▸ Given data

= = =

/**
 * The unpenalized two-class baseline (engine/logisticBaseline.ts): published fits, agreement with
 * an independent Newton–Raphson written here on ml-matrix, invariances, the likelihood's
 * first-order conditions, separation, and the deviance's own formula.
 *
 * Provenance of the data typed in below:
 * - Space-shuttle O-ring data, 23 launches before the Challenger accident (Dalal, Fowlkes & Hoadley
 *   1989, JASA 84(408), Table 1): launch temperature (°F) and whether any O-ring showed damage.
 *   Typed from the flight-by-flight table (flight, temperature, leak-check pressure, failure 0/1)
 *   of the UCI machine-learning repository's "Challenger USA Space Shuttle O-Ring" data set (1993). Cross-checked: the same 23 temperatures with 7 damaged launches (53, 57, 58,
 *   63, 70, 70, 75 °F) appear in the 23-mission table of damaged O-ring counts widely reprinted.
 * - A 24-launch version of the table (it has a launch at 80 °F and one at 56 °F, none at 58 °F, and
 *   some failures recorded differently), with its Minitab fit: Montgomery & Runger, Applied Statistics and Probability for
 *   Engineers, 3rd ed. (2003), supplement to Chapter 11 ("S11"), the O-ring logistic regression example:
 *   data table and "Logistic Regression Table" printed there.
 * - Vasoconstriction data (Finney 1947, Biometrika 34; analysed by Pregibon 1981, Annals of
 *   Statistics 9(4)): 39 tests, volume and rate of air inspired, constriction 1/0. Typed from the
 *   `datalines` of the SAS/STAT User's Guide, PROC LOGISTIC example "Logistic Regression Diagnostics",
 *   and cross-checked value by value against the Rdatasets copy of the `vaso` data documented in the
 *   robustbase package (csv/robustbase/vaso.csv).
 */
import { Matrix, inverse, solve } from "ml-matrix";
import {
  complementaryErrorFunction,
  logisticBaseline,
  LogisticBaselineResult,
  normalTwoSidedP,
} from "../../engine/logisticBaseline";
import { CancelledError, InputError } from "../../engine/errors";
import { leastSquares } from "../../engine/leastSquares";
import { fromRows } from "../../engine/matrix";

// ---------------------------------------------------------------- helpers

/** |actual − expected| / |expected|; expected must not be 0. */
function relativeError(actual: number, expected: number): number {
  if (expected === 0) throw new Error("relativeError requires a nonzero expected value");
  return Math.abs(actual - expected) / Math.abs(expected);
}

/** Asserts a value printed to `decimals` places: the difference is at most half a unit in its last place. */
function expectPrinted(actual: number | null, printed: number, decimals: number): void {
  if (actual === null) throw new Error(`value is null, expected ${printed}`);
  const halfUnit = 0.5 * 10 ** -decimals;
  if (!(Math.abs(actual - printed) <= halfUnit * (1 + 1e-9))) {
    throw new Error(`${actual} does not round to the printed ${printed} (${decimals} decimals)`);
  }
}

/** Asserts relative agreement to `tolerance`, naming the component that fails. */
function expectRelative(actual: number | null, expected: number, tolerance: number, label: string): void {
  if (actual === null) throw new Error(`${label} is null, expected ${expected}`);
  const error = relativeError(actual, expected);
  if (!(error <= tolerance)) throw new Error(`${label}: ${actual} vs ${expected}, relative error ${error} > ${tolerance}`);
}

/** Deterministic uniform generator on [0, 1) (mulberry32), so generated problems are reproducible. */
function seededUniform(seed: number): () => number {
  let state = seed >>> 0;
  return () => {
    state = (state + 0x6d2b79f5) >>> 0;
    let t = state;
    t = Math.imul(t ^ (t >>> 15), t | 1);
    t ^= t + Math.imul(t ^ (t >>> 7), t | 61);
    return ((t ^ (t >>> 14)) >>> 0) / 4294967296;
  };
}

/** Standard normal draws by the Box–Muller transform (test data only). */
function seededNormal(seed: number): () => number {
  const uniform = seededUniform(seed);
  return () => Math.sqrt(-2 * Math.log(1 - uniform())) * Math.cos(2 * Math.PI * uniform());
}

/** Every number in a result is finite (nulls allowed where the contract allows them). */
function expectAllFinite(result: LogisticBaselineResult): void {
  const numbers = [result.intercept, result.deviance, result.nullDeviance, ...result.coefficients, ...Array.from(result.probabilities)];
  for (const list of [result.standardErrors, result.zValues, result.pValues]) for (const v of list) if (v !== null) numbers.push(v);
  for (const v of [result.interceptStandardError, result.interceptZ, result.interceptP]) if (v !== null) numbers.push(v);
  for (const value of numbers) expect(Number.isFinite(value)).toBe(true);
}

/**
 * The independent route: plain Newton–Raphson with the normal equations XᵀWX δ = Xᵀw(y − p) solved
 * by ml-matrix's `solve` (LU / QR of ml-matrix, not this project's code), on columns the test
 * centres (two-pass weighted mean) and scales itself; no step-halving; stops when the step is below
 * 1e-15 of the coefficients. Standard errors from ml-matrix's `inverse` of XᵀWX at the optimum
 * (McCullagh & Nelder, Generalized Linear Models, 2nd ed., §4.4). Results mapped back to data units.
 */
function referenceNewton(rows: number[][], y: number[], weights: number[], withIntercept: boolean) {
  const n = rows.length;
  const p = rows[0].length;
  const total = weights.reduce((a, b) => a + b, 0);
  const means = Array.from({ length: p }, (_, j) => {
    if (!withIntercept) return 0;
    let mean = 0;
    for (let i = 0; i < n; i++) mean += weights[i] * rows[i][j];
    mean /= total;
    let correction = 0;
    for (let i = 0; i < n; i++) correction += weights[i] * (rows[i][j] - mean);
    return mean + correction / total;
  });
  const scales = Array.from({ length: p }, (_, j) => {
    let sum = 0;
    for (let i = 0; i < n; i++) sum += weights[i] * (rows[i][j] - means[j]) ** 2;
    return Math.sqrt(sum / total);
  });
  const design = rows.map((row) => [...(withIntercept ? [1] : []), ...row.map((v, j) => (v - means[j]) / scales[j])]);
  const c = design[0].length;
  let beta = new Array<number>(c).fill(0);
  let information = Matrix.zeros(c, c);
  for (let iteration = 0; iteration < 200; iteration++) {
    const gradient = new Array<number>(c).fill(0);
    information = Matrix.zeros(c, c);
    for (let i = 0; i < n; i++) {
      const eta = design[i].reduce((a, v, k) => a + v * beta[k], 0);
      const prob = 1 / (1 + Math.exp(-eta));
      const v = weights[i] * prob * (1 - prob);
      for (let a = 0; a < c; a++) {
        gradient[a] += weights[i] * design[i][a] * (y[i] - prob);
        for (let b = 0; b < c; b++) information.set(a, b, information.get(a, b) + v * design[i][a] * design[i][b]);
      }
    }
    const step = solve(information, Matrix.columnVector(gradient)).to1DArray();
    beta = beta.map((value, k) => value + step[k]);
    const largestStep = Math.max(...step.map(Math.abs));
    const largestBeta = Math.max(1, ...beta.map(Math.abs));
    if (largestStep <= 1e-15 * largestBeta && iteration > 2) break;
  }
  const covariance = inverse(information);
  const first = withIntercept ? 1 : 0;
  const coefficients = means.map((_, j) => beta[first + j] / scales[j]);
  const standardErrors = means.map((_, j) => Math.sqrt(covariance.get(first + j, first + j)) / scales[j]);
  let intercept = 0;
  let interceptStandardError = 0;
  if (withIntercept) {
    intercept = beta[0] - coefficients.reduce((a, b, j) => a + b * means[j], 0);
    const u = [1, ...means.map((m, j) => -m / scales[j])];
    interceptStandardError = Math.sqrt(covariance.mmul(Matrix.columnVector(u)).to1DArray().reduce((a, v, k) => a + v * u[k], 0));
  }
  return { intercept, coefficients, standardErrors, interceptStandardError };
}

= = =

▸ Exercise description
Print every line of the records exactly. Omit nothing.

▸ Written answer
/**
 * The unpenalized two-class baseline (engine/logisticBaseline.ts): published fits, agreement with
 * an independent Newton–Raphson written here on ml-matrix, invariances, the likelihood's
 * first-order conditions, separation, and the deviance's own formula.
 *
 * Provenance of the data typed in below:
 * - Space-shuttle O-ring data, 23 launches before the Challenger accident (Dalal, Fowlkes & Hoadley
 *   1989, JASA 84(408), Table 1): launch temperature (°F) and whether any O-ring showed damage.
 *   Typed from the flight-by-flight table (flight, temperature, leak-check pressure, failure 0/1)
 *   of the UCI machine-learning repository's "Challenger USA Space Shuttle O-Ring" data set (1993). Cross-checked: the same 23 temperatures with 7 damaged launches (53, 57, 58,
 *   63, 70, 70, 75 °F) appear in the 23-mission table of damaged O-ring counts widely reprinted.
 * - A 24-launch version of the table (it has a launch at 80 °F and one at 56 °F, none at 58 °F, and
 *   some failures recorded differently), with its Minitab fit: Montgomery & Runger, Applied Statistics and Probability for
 *   Engineers, 3rd ed. (2003), supplement to Chapter 11 ("S11"), the O-ring logistic regression example:
 *   data table and "Logistic Regression Table" printed there.
 * - Vasoconstriction data (Finney 1947, Biometrika 34; analysed by Pregibon 1981, Annals of
 *   Statistics 9(4)): 39 tests, volume and rate of air inspired, constriction 1/0. Typed from the
 *   `datalines` of the SAS/STAT User's Guide, PROC LOGISTIC example "Logistic Regression Diagnostics",
 *   and cross-checked value by value against the Rdatasets copy of the `vaso` data documented in the
 *   robustbase package (csv/robustbase/vaso.csv).
 */
import { Matrix, inverse, solve } from "ml-matrix";
import {
  complementaryErrorFunction,
  logisticBaseline,
  LogisticBaselineResult,
  normalTwoSidedP,
} from "../../engine/logisticBaseline";
import { CancelledError, InputError } from "../../engine/errors";
import { leastSquares } from "../../engine/leastSquares";
import { fromRows } from "../../engine/matrix";

// ---------------------------------------------------------------- helpers

/** |actual − expected| / |expected|; expected must not be 0. */
function relativeError(actual: number, expected: number): number {
  if (expected === 0) throw new Error("relativeError requires a nonzero expected value");
  return Math.abs(actual - expected) / Math.abs(expected);
}

/** Asserts a value printed to `decimals` places: the difference is at most half a unit in its last place. */
function expectPrinted(actual: number | null, printed: number, decimals: number): void {
  if (actual === null) throw new Error(`value is null, expected ${printed}`);
  const halfUnit = 0.5 * 10 ** -decimals;
  if (!(Math.abs(actual - printed) <= halfUnit * (1 + 1e-9))) {
    throw new Error(`${actual} does not round to the printed ${printed} (${decimals} decimals)`);
  }
}

/** Asserts relative agreement to `tolerance`, naming the component that fails. */
function expectRelative(actual: number | null, expected: number, tolerance: number, label: string): void {
  if (actual === null) throw new Error(`${label} is null, expected ${expected}`);
  const error = relativeError(actual, expected);
  if (!(error <= tolerance)) throw new Error(`${label}: ${actual} vs ${expected}, relative error ${error} > ${tolerance}`);
}

/** Deterministic uniform generator on [0, 1) (mulberry32), so generated problems are reproducible. */
function seededUniform(seed: number): () => number {
  let state = seed >>> 0;
  return () => {
    state = (state + 0x6d2b79f5) >>> 0;
    let t = state;
    t = Math.imul(t ^ (t >>> 15), t | 1);
    t ^= t + Math.imul(t ^ (t >>> 7), t | 61);
    return ((t ^ (t >>> 14)) >>> 0) / 4294967296;
  };
}

/** Standard normal draws by the Box–Muller transform (test data only). */
function seededNormal(seed: number): () => number {
  const uniform = seededUniform(seed);
  return () => Math.sqrt(-2 * Math.log(1 - uniform())) * Math.cos(2 * Math.PI * uniform());
}

/** Every number in a result is finite (nulls allowed where the contract allows them). */
function expectAllFinite(result: LogisticBaselineResult): void {
  const numbers = [result.intercept, result.deviance, result.nullDeviance, ...result.coefficients, ...Array.from(result.probabilities)];
  for (const list of [result.standardErrors, result.zValues, result.pValues]) for (const v of list) if (v !== null) numbers.push(v);
  for (const v of [result.interceptStandardError, result.interceptZ, result.interceptP]) if (v !== null) numbers.push(v);
  for (const value of numbers) expect(Number.isFinite(value)).toBe(true);
}

/**
 * The independent route: plain Newton–Raphson with the normal equations XᵀWX δ = Xᵀw(y − p) solved
 * by ml-matrix's `solve` (LU / QR of ml-matrix, not this project's code), on columns the test
 * centres (two-pass weighted mean) and scales itself; no step-halving; stops when the step is below
 * 1e-15 of the coefficients. Standard errors from ml-matrix's `inverse` of XᵀWX at the optimum
 * (McCullagh & Nelder, Generalized Linear Models, 2nd ed., §4.4). Results mapped back to data units.
 */
function referenceNewton(rows: number[][], y: number[], weights: number[], withIntercept: boolean) {
  const n = rows.length;
  const p = rows[0].length;
  const total = weights.reduce((a, b) => a + b, 0);
  const means = Array.from({ length: p }, (_, j) => {
    if (!withIntercept) return 0;
    let mean = 0;
    for (let i = 0; i < n; i++) mean += weights[i] * rows[i][j];
    mean /= total;
    let correction = 0;
    for (let i = 0; i < n; i++) correction += weights[i] * (rows[i][j] - mean);
    return mean + correction / total;
  });
  const scales = Array.from({ length: p }, (_, j) => {
    let sum = 0;
    for (let i = 0; i < n; i++) sum += weights[i] * (rows[i][j] - means[j]) ** 2;
    return Math.sqrt(sum / total);
  });
  const design = rows.map((row) => [...(withIntercept ? [1] : []), ...row.map((v, j) => (v - means[j]) / scales[j])]);
  const c = design[0].length;
  let beta = new Array<number>(c).fill(0);
  let information = Matrix.zeros(c, c);
  for (let iteration = 0; iteration < 200; iteration++) {
    const gradient = new Array<number>(c).fill(0);
    information = Matrix.zeros(c, c);
    for (let i = 0; i < n; i++) {
      const eta = design[i].reduce((a, v, k) => a + v * beta[k], 0);
      const prob = 1 / (1 + Math.exp(-eta));
      const v = weights[i] * prob * (1 - prob);
      for (let a = 0; a < c; a++) {
        gradient[a] += weights[i] * design[i][a] * (y[i] - prob);
        for (let b = 0; b < c; b++) information.set(a, b, information.get(a, b) + v * design[i][a] * design[i][b]);
      }
    }
    const step = solve(information, Matrix.columnVector(gradient)).to1DArray();
    beta = beta.map((value, k) => value + step[k]);
    const largestStep = Math.max(...step.map(Math.abs));
    const largestBeta = Math.max(1, ...beta.map(Math.abs));
    if (largestStep <= 1e-15 * largestBeta && iteration > 2) break;
  }
  const covariance = inverse(information);
  const first = withIntercept ? 1 : 0;
  const coefficients = means.map((_, j) => beta[first + j] / scales[j]);
  const standardErrors = means.map((_, j) => Math.sqrt(covariance.get(first + j, first + j)) / scales[j]);
  let intercept = 0;
  let interceptStandardError = 0;
  if (withIntercept) {
    intercept = beta[0] - coefficients.reduce((a, b, j) => a + b * means[j], 0);
    const u = [1, ...means.map((m, j) => -m / scales[j])];
    interceptStandardError = Math.sqrt(covariance.mmul(Matrix.columnVector(u)).to1DArray().reduce((a, v, k) => a + v * u[k], 0));
  }
  return { intercept, coefficients, standardErrors, interceptStandardError };
}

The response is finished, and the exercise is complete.